Actually, considering you idiots think Adam lived for 900+ years, how far a stretch is it that he was 90 feet tall? Oh, and he got around by an all-seeing horse with three heads. And the Garden of Eden was actually in downtown Birmingham, Alabama. Am I hitting close to your stupid fairy tale yet? The fact that Susy said Adam was the first man just triggered the "ignore whatever she says next" alarm.

So? Learn that God isn't nice. If you haven't read the story of Job yet, I'll spoil it for you and tell you that basically God had a bet with the devil that Job would stay faithful even if all his blessings were removed and he was cursed, and Job did, so God won. (That should go without saying because he's supposed to be omnipotent.) But that's where the story ends, Job never gets his children or wife or property or friends back. God is love!

Ah, Chick, you racist ass. The black girl has to get offended at the notion of slaves. Having slaves was very commonplace for a huge chunk of ancient history, as was polygamy and what have you. There is a world outside yours, and it has a history that you might not like. That's the risk you take when you're born. Sorry.

Now she's got some sort of ugly snarl on her face, because she's in Fundie overdrive and her little 7-year-old body isn't an adequate container for her hatred.
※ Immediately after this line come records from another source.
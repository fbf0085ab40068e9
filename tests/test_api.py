"""The public API: exported names resolve lazily, and run() does the whole job."""

from __future__ import annotations

import subprocess
import sys

import drift


def test_exported_names_resolve():
    for name in drift.__all__:
        assert getattr(drift, name) is not None, name


def test_import_is_light():
    code = "import sys, drift; print([m for m in ('pandas', 'numpy', 'sklearn') if m in sys.modules])"
    out = subprocess.run([sys.executable, "-c", code], capture_output=True, text=True, check=True)
    assert out.stdout.strip() == "[]"


def test_errors_share_one_base():
    for name in ("InputError", "ConfigError", "ModelFileError", "NotFittedError"):
        assert issubclass(getattr(drift, name), drift.DriftError)
    for name in ("DataQualityWarning", "ModelQualityWarning"):
        assert issubclass(getattr(drift, name), drift.DriftWarning)


def test_run_returns_the_analysis_and_writes(tmp_path):
    from conftest import DEMO

    analysis = drift.run(DEMO, tmp_path / "out", drift.Config(roles=4, components=3,
                                                             reference=("2023-24", "2024-25")))
    assert (tmp_path / "out" / "report.html").exists()
    assert len(analysis.model.role_ids_) == 4 and len(analysis.placements) > 1500


def test_fitting_and_placing_run_the_math_libraries_on_one_thread(demo_prepared, monkeypatch):
    # the last digits of K-means and BLAS sums depend on the thread count; one thread makes
    # outputs byte-identical across machines (README, "Outputs")
    from threadpoolctl import threadpool_info, threadpool_limits

    from drift import api
    from drift.model import RoleModel

    seen = []
    real_fit = RoleModel.fit

    def spy(self, *args, **kwargs):
        seen.append({pool["num_threads"] for pool in threadpool_info()})
        return real_fit(self, *args, **kwargs)

    monkeypatch.setattr(RoleModel, "fit", spy)
    with threadpool_limits(limits=2):
        api.fit_model(demo_prepared, api.Config(roles=3, components=3, reference=("2024-25",)))
    assert seen == [{1}]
Also, lifespans were very short back then, so yes, as disquieting as that is, young marriage was also common. And most Greeks (Athenians, Spartans, etc), Persians, and a host of other ancient Eurasian civilizations didn't consider themselves pedophiles because, again, standards change with time. Also gross, but true.
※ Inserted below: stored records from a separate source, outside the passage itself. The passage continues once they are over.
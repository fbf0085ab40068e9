"""In-season check: partial seasons against the last full season, on the demo league's truth."""

from __future__ import annotations

import re

import numpy as np
import pandas as pd
import pytest
from scipy.stats import chi2

from drift.measure.inseason import INSEASON_STATUSES, _scaled_statistic, baseline_pairs, check_partial, null_scale


@pytest.fixture(scope="module")
def partial_league(tmp_path_factory):
    """The demo league's next season after 20 games (same players), its truth, and its prepared rows."""
    from drift.api import prepare
    from drift.config import Config
    from drift.sim.demo import generate_league, write_league

    folder = tmp_path_factory.mktemp("partial")
    league = generate_league(2024, partial_games=20)
    write_league(folder, league)
    part = prepare(folder / "partial", Config(min_games=5))
    return folder, league, part


@pytest.fixture(scope="module")
def checked(partial_league, demo_model, demo_prepared):
    _, _, part = partial_league
    return check_partial(demo_model, part.kept, demo_prepared.kept, alpha=0.01, season_games=82)


def true_change(checks, truth):
    """Whether the true role at the compared seasons differs (last stint of a season)."""
    last = (truth.sort_values(["player_id", "season", "stint"])
            .groupby(["player_id", "season"])["true_role"].last().reset_index())
    x = checks.merge(last.rename(columns={"season": "season_from", "true_role": "r0"}),
                     on=["player_id", "season_from"])
    x = x.merge(last.rename(columns={"season": "season_to", "true_role": "r1"}), on=["player_id", "season_to"])
    return x.assign(real=x["r0"] != x["r1"])


def test_false_flags_near_nominal_and_real_changes_found(partial_league, checked):
    _, league, part = partial_league
    checks, unmatched = checked
    assert set(checks["status"]) <= set(INSEASON_STATUSES)
    x = true_change(checks, league.truth)
    still, moved = x[~x["real"]], x[x["real"]]
    flags = (still["p_value"] < 0.01).mean()
    recall = (moved["status"] == "changed").mean()
    print(f"\nin-season at 20 games: false flags {flags:.3f} of {len(still)}, recall {recall:.3f} of {len(moved)}")
    assert flags <= 0.03  # nominal 0.01; binomial noise on ~270 players
    assert recall >= 0.85
    assert len(unmatched) == len(part.kept) - len(checks)


def test_games_to_conclusive_is_the_first_game_count_beyond_noise(partial_league, checked, demo_model,
                                                                 demo_prepared):
    _, _, part = partial_league
    checks, _ = checked
    table, first, second, _ = baseline_pairs(part.kept, demo_prepared.kept)
    ids = table["player_id"].to_numpy()[second]
    scale = checks["null_scale"].iloc[0]
    crit = chi2.isf(0.01, demo_model.components_.shape[0]) * scale
    pending = checks[checks["games_to_conclusive"] > 1].head(5)
    assert len(pending)
    for _, row in pending.iterrows():
        i = np.flatnonzero(ids == row["player_id"])
        g = row["games_to"]
        at = _scaled_statistic(demo_model, table, first[i], second[i], (g + row["games_to_conclusive"]) / g)
        before = _scaled_statistic(demo_model, table, first[i], second[i],
                                   (g + row["games_to_conclusive"] - 1) / g)
        assert at[0] >= crit > before[0]
    # the statistic at the sample observed is the one reported
    same = _scaled_statistic(demo_model, table, first, second, 1.0)
    p = pd.Series(chi2.sf(same / scale, demo_model.components_.shape[0]), index=ids)
    assert np.allclose(p[checks["player_id"]].to_numpy(), checks["p_value"].to_numpy())


def test_null_scale_recovers_a_known_inflation():
    rng = np.random.default_rng(0)
    # source: scipy.stats.chi2 draws; 10% of players are real movers far out in the tail
    d2 = chi2.rvs(4, size=2000, random_state=rng)
    d2[:200] += 60
    assert null_scale(d2, 4) == pytest.approx(1.0, abs=0.08)
    assert null_scale(2.5 * d2, 4) == pytest.approx(2.5, rel=0.08)
    assert null_scale(0.5 * d2, 4) == 1.0  # never looser than the model
    assert null_scale(d2[:10] * 3, 4) == 1.0  # too few players to measure


def test_cli_check_writes_csv_and_page(partial_league, demo_model, tmp_path):
    from drift.cli import main

    folder, _, _ = partial_league
    model = tmp_path / "model.json"
    demo_model.save(model)
    out = tmp_path / "early"
    assert main(["place", str(model), str(folder / "partial"), "--against", str(folder), "--out", str(out),
                 "--min-games", "10", "--season-games", "82"]) == 0
    checks = pd.read_csv(out / "inseason.csv")
    assert {"distance", "z", "p_value", "status", "driver_1", "games_to_conclusive"} <= set(checks.columns)
    page = (out / "inseason.html").read_text(encoding="utf-8")
    assert "<script" not in page and "http" not in page.replace("http-equiv", "")
    assert "Too early" in page and "Changed" in page
    assert (out / "inseason_excluded.csv").exists()
    # the same words and units as the report: role names beside ids, "traded", shares' changes in pp
    names = dict(zip(demo_model.role_ids_, demo_model.role_names_))
    assert (checks["role_from"].map(names) == checks["role_from_name"]).all()
    assert (checks["role_to"].map(names) == checks["role_to_name"]).all()
    assert ">moved<" not in page and ("traded</span>" in page) == bool(checks["traded"].any())
    assert " pp" in page and not re.search(r"share [-+]0\.\d\d\d", page)  # not "spot-up share -0.475"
"His god is not the God of the Bible, even if the Old Testament is one of the holy books of Islam." Just like "gato" has nothing to do with "cat", Allah has nothing to do with God.
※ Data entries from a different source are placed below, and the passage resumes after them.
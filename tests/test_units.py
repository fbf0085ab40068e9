"""Units: shares in percent, per-game minutes and possessions, rates across seasons."""

from __future__ import annotations

import numpy as np
import pytest
from conftest import small_table

from drift.config import Config
from drift.errors import DataQualityWarning, InputError
from drift.intake.read import read_seasons


def _write(tmp_path, t, season="2024-25"):
    path = tmp_path / f"{season}.csv"
    t.drop(columns="season").to_csv(path, index=False)
    return path


def _shares(seasons=("2024-25",)):
    t = small_table(seasons=seasons)
    t["share_cut"] = 1.0 - t["share_spot_up"]  # complete: rows sum to 1
    t["ppp_cut"] = 1.1
    return t


def test_shares_in_percent_are_converted_and_said(tmp_path):
    t = _shares()
    t[["share_spot_up", "share_cut"]] *= 100
    with pytest.warns(DataQualityWarning, match="play-type shares in percent"):
        raw = read_seasons(_write(tmp_path, t))
    np.testing.assert_allclose(raw.table[["share_spot_up", "share_cut"]].sum(axis=1), 1.0)


def test_shares_summing_above_one_are_refused(tmp_path):
    t = _shares()
    t.loc[2, "share_cut"] += 0.2
    with pytest.raises(InputError, match=r"add up to more than 1 in 1 row\(s\): row 4 \(1.20\)"):
        read_seasons(_write(tmp_path, t))


def test_rows_with_incomplete_shares_are_warned(tmp_path):
    t = _shares()
    t.loc[1, "share_cut"] = 0.0
    with pytest.warns(DataQualityWarning, match=r"1 row\(s\) whose play-type shares add up to less than 0.9"):
        read_seasons(_write(tmp_path, t))


def test_one_share_above_one_among_fractions_is_refused(tmp_path):
    t = _shares()
    t.loc[0, "share_spot_up"] = 12.0
    with pytest.raises(InputError, match=r'share 12 is above 1 .*\[intake.units\] share_spot_up = "percent"'):
        read_seasons(_write(tmp_path, t))


def test_per_game_minutes_are_converted_and_said(tmp_path):
    t = small_table(seasons=("2024-25",))
    t["minutes"] = t["minutes"] / t["games"]
    with pytest.warns(DataQualityWarning, match="minutes per game, multiplied by games"):
        raw = read_seasons(_write(tmp_path, t))
    np.testing.assert_allclose(raw.table["minutes"], 1500)


def test_per_game_or_total_cannot_be_told_early_in_a_season(tmp_path):
    t = small_table(seasons=("2024-25",))
    t["games"], t["minutes"] = 3, 45
    with pytest.raises(InputError, match=r'\[intake.units\] minutes = "total" or "per_game"'):
        read_seasons(_write(tmp_path, t))
    raw = read_seasons(tmp_path, Config(units={"minutes": "total"}))
    assert (raw.table["minutes"] == 45).all()


def test_games_as_an_average_are_refused(tmp_path):
    t = small_table(seasons=("2024-25",)).astype({"games": float})
    t.loc[0, "games"] = 61.5
    with pytest.raises(InputError, match="row 2, column 'games': value 61.5 is not a whole number"):
        read_seasons(_write(tmp_path, t))


def test_a_season_of_rates_in_fractions_is_converted_to_the_others_unit(tmp_path):
    t = small_table(seasons=("2022-23", "2023-24", "2024-25"))
    t.loc[t.season == "2024-25", "usage_pct"] /= 100
    for s, block in t.groupby("season"):
        _write(tmp_path, block, s)
    with pytest.warns(DataQualityWarning, match="usage_pct in fractions, converted to percent"):
        raw = read_seasons(tmp_path)
    assert raw.table["usage_pct"].between(12, 30).all() and raw.reading.units["usage_pct"] == "percent"


def test_rates_whose_unit_cannot_be_told_are_refused(tmp_path):
    t = small_table(seasons=("2023-24", "2024-25"))
    t.loc[t.season == "2024-25", "usage_pct"] /= 1000  # neither fractions nor percent of the same thing
    t.loc[t.season == "2023-24", "usage_pct"] = 25.0
    for s, block in t.groupby("season"):
        _write(tmp_path, block, s)
    with pytest.raises(InputError, match=r"do not say which is right.*\[intake.units\] usage_pct"):
        read_seasons(tmp_path)


@pytest.mark.parametrize("scale, unit, shown", [(1.0, "fractions", "(3.00)"), (100.0, "percent", "(300.00%)")])
def test_shares_adding_up_to_three_are_refused_never_rescaled(tmp_path, scale, unit, shown):
    t = _shares()
    t["share_iso"] = 1.0
    t["share_post"] = 1.0  # columns read as shares that are not parts of one whole: rows add to 3
    t[["share_spot_up", "share_cut", "share_iso", "share_post"]] *= scale
    with pytest.raises(InputError) as info:
        read_seasons(_write(tmp_path, t))
    msg = str(info.value)
    assert f"row 2: play-type shares add up to more than 1 in 6 row(s): row 2 {shown}" in msg
    assert f"read as {unit}" in msg and "rather than rescale" in msg


def test_per_game_minutes_show_their_unit_after_conversion(tmp_path):
    t = small_table(seasons=("2024-25",))
    t["minutes"] = t["minutes"] / t["games"]
    with pytest.warns(DataQualityWarning, match="minutes per game, multiplied by games"):
        raw = read_seasons(_write(tmp_path, t))
    columns = raw.reading.columns.set_index("column")
    assert columns.loc["minutes", "unit"] == "per game -> season total"
    assert columns.loc["games", "unit"] == "season total"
Oh, they worshiped an idol called the "Moon God"? I'm impressed with her bullshitting skills, and her creativity, because I probably wouldn't have thought of "Moon God" myself.

I'm not 100% on this, but I'm pretty sure that's not what the crescent stands for.Not because of this fantasy "moon god" boogeyman Chick invented to shock and awe people who don't consider idols to be tools of the devil.

Also, Susy, you seem to be a smarmy know-it-all, prove to me that this actually happened. No, the bible isn't proof. Try again. Oh, wait, Jesus ascended to heaven and left no trace of his presence on earth? Convenient. That's just a series of seemingly unlikely events that played out anyway, and not just a way for primatives to rationalize death and anything else they couldn't explain.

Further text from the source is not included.